• _Provided records_:
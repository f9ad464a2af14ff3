import type { Project } from '../model/projectSchema.js';
import { sizeRestraint } from '../restraint/sizeRestraint.js';
import { thrustSteps } from './thrustSteps.js';
import type { CalcStep, SizingStep } from './calcRecord.js';
import { REGISTER } from '../provenance/register.js';
import { notVerifiedText } from '../provenance/entry.js';
import type { FittingAnalysis } from './analyse.js';

const records = new WeakMap<FittingAnalysis, CalcStep[]>();

/** A step with its reference in words: a register entry's quantity and source, or why it is not verified. */
function wordedStep(step: SizingStep): CalcStep {
  if (!('basis' in step)) return step;
  const { basis, ...rest } = step;
  const e = REGISTER[basis];
  return { ...rest, reference: e.verified ? `${e.quantity} (${e.source})` : `${e.quantity}, ${notVerifiedText(e)}` };
}

/**
 * A fitting's calculation record — thrust, then restraint — built when first read by sizing the
 * fitting again with its record (the schedule never pays for it).
 */
export function calculationRecord(project: Project, f: FittingAnalysis): CalcStep[] {
  let r = records.get(f);
  if (!r) {
    const restraint = sizeRestraint(project, f.node, f.legs, f.geometry, f.envelope, true);
    r = [...thrustSteps(project, f.node, f.legs, f.envelope.governing), ...restraint.steps.map(wordedStep)];
    records.set(f, r);
  }
  return r;
}
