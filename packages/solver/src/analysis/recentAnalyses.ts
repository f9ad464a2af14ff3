import type { Project } from '../model/projectSchema.js';
import type { Analysis } from './analyse.js';

/**
 * How many documents' analyses `analyse` keeps: the one shown, the one a slider gesture started from,
 * and the few an undo or a redo steps back to. A memo keyed weakly by the document kept the analysis of
 * every document the undo history holds — about 1 MB per edit at 1,000 fittings, 200 edits deep — and
 * every collection the browser made marked all of it. An older document's analysis is made again from
 * the current one if it comes back (`analyseNext`: the same numbers).
 */
export const RECENT_ANALYSES = 8;

/** The analyses of the last `RECENT_ANALYSES` documents asked for, the least recently used going first. */
export class RecentAnalyses {
  readonly #kept = new Map<Project, Analysis>();

  get(project: Project): Analysis | undefined {
    const found = this.#kept.get(project);
    if (found) {
      // most recently used last, so that the oldest entry is the first the map iterates
      this.#kept.delete(project);
      this.#kept.set(project, found);
    }
    return found;
  }

  set(project: Project, analysis: Analysis): void {
    this.#kept.delete(project);
    this.#kept.set(project, analysis);
    if (this.#kept.size > RECENT_ANALYSES) this.#kept.delete(this.#kept.keys().next().value!);
  }
}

• _Directions for this task_: Exactly as shown above, return every record.

• _Answer for the task_:
repository f9ad464a2af14ff3
import type { Project } from '../model/projectSchema.js';
import { sizeRestraint } from '../restraint/sizeRestraint.js';
import { thrustSteps } from './thrustSteps.js';
import type { CalcStep, SizingStep } from './calcRecord.js';
import { REGISTER } from '../provenance/register.js';
import { notVerifiedText } from '../provenance/entry.js';
import type { FittingAnalysis } from './analyse.js';

const records = new WeakMap<FittingAnalysis, CalcStep[]>();

/** A step with its reference in words: a register entry's quantity and source, or why it is not verified. */
function wordedStep(step: SizingStep): CalcStep {
  if (!('basis' in step)) return step;
  const { basis, ...rest } = step;
  const e = REGISTER[basis];
  return { ...rest, reference: e.verified ? `${e.quantity} (${e.source})` : `${e.quantity}, ${notVerifiedText(e)}` };
}

/**
 * A fitting's calculation record — thrust, then restraint — built when first read by sizing the
 * fitting again with its record (the schedule never pays for it).
 */
export function calculationRecord(project: Project, f: FittingAnalysis): CalcStep[] {
  let r = records.get(f);
  if (!r) {
    const restraint = sizeRestraint(project, f.node, f.legs, f.geometry, f.envelope, true);
    r = [...thrustSteps(project, f.node, f.legs, f.envelope.governing), ...restraint.steps.map(wordedStep)];
    records.set(f, r);
  }
  return r;
}
filename packages/solver/src/analysis/recentAnalyses.ts
repository f9ad464a2af14ff3
import type { Project } from '../model/projectSchema.js';
import type { Analysis } from './analyse.js';

/**
 * How many documents' analyses `analyse` keeps: the one shown, the one a slider gesture started from,
 * and the few an undo or a redo steps back to. A memo keyed weakly by the document kept the analysis of
 * every document the undo history holds — about 1 MB per edit at 1,000 fittings, 200 edits deep — and
 * every collection the browser made marked all of it. An older document's analysis is made again from
 * the current one if it comes back (`analyseNext`: the same numbers).
 */
export const RECENT_ANALYSES = 8;

/** The analyses of the last `RECENT_ANALYSES` documents asked for, the least recently used going first. */
export class RecentAnalyses {
  readonly #kept = new Map<Project, Analysis>();

  get(project: Project): Analysis | undefined {
    const found = this.#kept.get(project);
    if (found) {
      // most recently used last, so that the oldest entry is the first the map iterates
      this.#kept.delete(project);
      this.#kept.set(project, found);
    }
    return found;
  }

  set(project: Project, analysis: Analysis): void {
    this.#kept.delete(project);
    this.#kept.set(project, analysis);
    if (this.#kept.size > RECENT_ANALYSES) this.#kept.delete(this.#kept.keys().next().value!);
  }
}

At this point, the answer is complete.